**Data section:**
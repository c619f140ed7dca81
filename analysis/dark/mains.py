"""Mains in a still trace: ripple at 50 or 60 Hz, or at twice that, and the trace without it."""

from __future__ import annotations

import math
from dataclasses import dataclass

import numpy as np

from darkedge.analysis.captures import FloatArray

MAINS_Hz = (50.0, 60.0)
_OFF_RATIO = 0.005
"""How far the mains may be from its nominal frequency (grids hold it within 1 %, mostly within 0.2 %; common practice, no source)."""
_CHANCE = 1e-4
"""Chance at which noise alone is called mains: one trace in ten thousand."""
_BESIDE = np.array([-4.5, -3.5, -2.5, 2.5, 3.5, 4.5])
"""Where the noise beside a tone is looked at, in reciprocal lengths of the trace: clear of the tone itself."""
_THIN_S = 5e-4
"""Samples are averaged to this step before the search: sixteen to a period of 120 Hz."""


@dataclass(frozen=True, slots=True, kw_only=True)
class Ripple:
    """The strongest of mains and its double: amplitude, the frequency found, and the nominal mains frequency behind it."""

    amplitude_V: float
    frequency_Hz: float
    mains_Hz: float


def find_ripple(time_s: FloatArray, signal_V: FloatArray) -> Ripple | None:
    """Find mains ripple that stands out of the noise beside it.

    A sine and a straight line are fitted by least squares, so the trace need not hold whole periods. The squared amplitude is
    held against those of tones beside it, so that slow noise does not pass for mains: their ratio follows F(2, 2k) for k tones beside.

    Parameters
    ----------
    time_s, signal_V : arrays, shape (n,)

    Returns
    -------
    Ripple or None
        `None` where nothing stands out at one in ten thousand, where the trace is shorter than a period, or where its steps are too coarse.

    References
    ----------
    Least squares of a sine: IEEE Std 1057, three-parameter sine fit. The ratio of two mean squares of
    normal noise: the F distribution.
    """
    time, signal = _thinned(time_s, signal_V)
    found = [
        ripple
        for mains in MAINS_Hz
        for nominal in (mains, 2 * mains)
        if _can_show(time, nominal) and (ripple := _ripple_near(time, signal, nominal, mains)) is not None
    ]
    return max(found, key=lambda ripple: ripple.amplitude_V, default=None)


def without_ripple(time_s: FloatArray, signal_V: FloatArray, ripple: Ripple | None) -> FloatArray:
    """The trace less its mean, and less the ripple with its half and its double, shape (n,)."""
    rest: FloatArray = signal_V - signal_V.mean()
    if ripple is None:
        return rest
    for frequency in (ripple.frequency_Hz / 2, ripple.frequency_Hz, 2 * ripple.frequency_Hz):
        if _can_show(time_s, frequency):
            phase = 2 * math.pi * frequency * (time_s - time_s[0])
            tones = np.column_stack([np.ones_like(phase), time_s - time_s.mean(), np.cos(phase), np.sin(phase)])
            rest = rest - tones[:, 2:] @ np.linalg.lstsq(tones, rest, rcond=None)[0][2:]
    return rest


def _thinned(time_s: FloatArray, signal_V: FloatArray) -> tuple[FloatArray, FloatArray]:
    step_s = float(time_s[-1] - time_s[0]) / (time_s.size - 1)
    each = max(1, min(int(_THIN_S / step_s), time_s.size // 2))
    kept = time_s.size // each * each
    return time_s[:kept].reshape(-1, each).mean(axis=1), signal_V[:kept].reshape(-1, each).mean(axis=1)


def _can_show(time_s: FloatArray, frequency_Hz: float) -> bool:
    """Whether a trace holds a period, at steps well under half of one."""
    span = float(time_s[-1] - time_s[0])
    return (
        span * frequency_Hz * time_s.size / (time_s.size - 1) >= 0.999 and (time_s.size - 1) / span > 2.5 * frequency_Hz
    )


def _ripple_near(time_s: FloatArray, signal_V: FloatArray, nominal_Hz: float, mains_Hz: float) -> Ripple | None:
    """The strongest tone about a nominal frequency, `None` where noise may give as much at one of those tried."""
    length = float(time_s[-1] - time_s[0])
    tried = _tried(length, nominal_Hz)
    amplitudes = _amplitudes(time_s, signal_V, tried)
    strongest = int(np.argmax(amplitudes))
    beside = tried[strongest] + _BESIDE / length
    power = float(np.mean(np.square(_amplitudes(time_s, signal_V, beside[beside > 1.5 / length]))))
    if power == 0.0:
        return None
    count = int(np.count_nonzero(beside > 1.5 / length))
    # F(2, 2k) beyond x is (1 + x/k)^-k; tones a quarter of a resolved step apart are one trial in four.
    chance = max(1.0, tried.size / 4) * (1 + float(amplitudes[strongest]) ** 2 / power / count) ** -count
    if chance >= _CHANCE:
        return None
    return Ripple(amplitude_V=float(amplitudes[strongest]), frequency_Hz=float(tried[strongest]), mains_Hz=mains_Hz)


def _tried(length_s: float, nominal_Hz: float) -> FloatArray:
    """Frequencies about the nominal, closer than a quarter of what the trace resolves; the nominal alone in a short one."""
    steps = math.floor(_OFF_RATIO * nominal_Hz * 4 * length_s)
    tried: FloatArray = nominal_Hz + np.arange(-steps, steps + 1) / (4 * length_s)
    return tried


def _amplitudes(time_s: FloatArray, signal_V: FloatArray, frequencies_Hz: FloatArray) -> FloatArray:
    """Amplitude of a sine at each frequency, fitted by least squares together with a straight line; shape of the frequencies."""
    line, _ = np.linalg.qr(np.column_stack([np.ones_like(time_s), time_s - time_s.mean()]))
    phase = 2 * math.pi * np.outer(time_s - time_s[0], frequencies_Hz)
    cosine, sine = np.cos(phase), np.sin(phase)
    cosine -= line @ (line.T @ cosine)
    sine -= line @ (line.T @ sine)
    cc, ss, cs = np.sum(cosine**2, axis=0), np.sum(sine**2, axis=0), np.sum(cosine * sine, axis=0)
    c, s = signal_V @ cosine, signal_V @ sine
    return np.asarray(np.hypot(ss * c - cs * s, cc * s - cs * c) / (cc * ss - cs**2), dtype=np.float64)
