"""Devices and lots: how single verdicts add up."""
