"""What dark traces say: points of current against bias, and the model through them."""

from __future__ import annotations

from collections.abc import Mapping
from dataclasses import dataclass, field

import numpy as np

from darkedge.analysis.captures import FloatArray
from darkedge.analysis.measurement import Estimate


@dataclass(frozen=True, slots=True, kw_only=True)
class Depletion:
    """How the depleted width grows with bias: (1 + V/V_bi)^m, no further once fully depleted.

    m is 1/2 for an abrupt and 1/3 for a linearly graded junction (S. M. Sze, Physics of Semiconductor Devices).
    """

    v_bi_V: float
    grading: float
    full_depletion_V: float | None = None

    def width_ratio(self, bias_V: FloatArray) -> FloatArray:
        """Width over that at zero bias, of any shape."""
        reached = np.clip(bias_V, 0.0, self.full_depletion_V)
        return np.asarray((1 + reached / self.v_bi_V) ** self.grading, dtype=np.float64)


ASSUMED = Depletion(v_bi_V=0.6, grading=0.5)
"""An abrupt junction, where no junction fit says better; named in the notes of a fit."""


@dataclass(frozen=True, slots=True, kw_only=True)
class DarkPoint:
    """Dark current at one bias; `bias_V` is that across the junction, the drop of the resistor taken off."""

    bias_V: float
    current_A: Estimate
    temperature_degC: float | None = None
    capture: str = ""
    flags: tuple[str, ...] = ()


@dataclass(frozen=True, slots=True, kw_only=True)
class DarkFit:
    """Dark current against bias of one device and element.

    `model` names the terms kept ("saturation", "generation", "shunt", joined by "+"), empty where too few
    points carry a value. `parameters`: `saturation_A` (what does not grow with bias), `generation_A` (what the growing depletion
    width has added at one volt), `shunt_ohm`, those kept.
    `depletion` is what generation was taken to follow.
    """

    device: str | None
    element: int | None
    points: tuple[DarkPoint, ...]
    model: str = ""
    parameters: Mapping[str, Estimate] = field(default_factory=dict)
    chi2_per_dof: float | None = None
    depletion: Depletion = ASSUMED
    notes: tuple[str, ...] = ()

**Description of the task:** Find the lines in the data that include "those", then copy each of them.

**Completed task:**
    held against those of tones beside it, so that slow noise does not pass for mains: their ratio follows F(2, 2k) for k tones beside.
    """The strongest tone about a nominal frequency, `None` where noise may give as much at one of those tried."""
    width has added at one volt), `shunt_ohm`, those kept.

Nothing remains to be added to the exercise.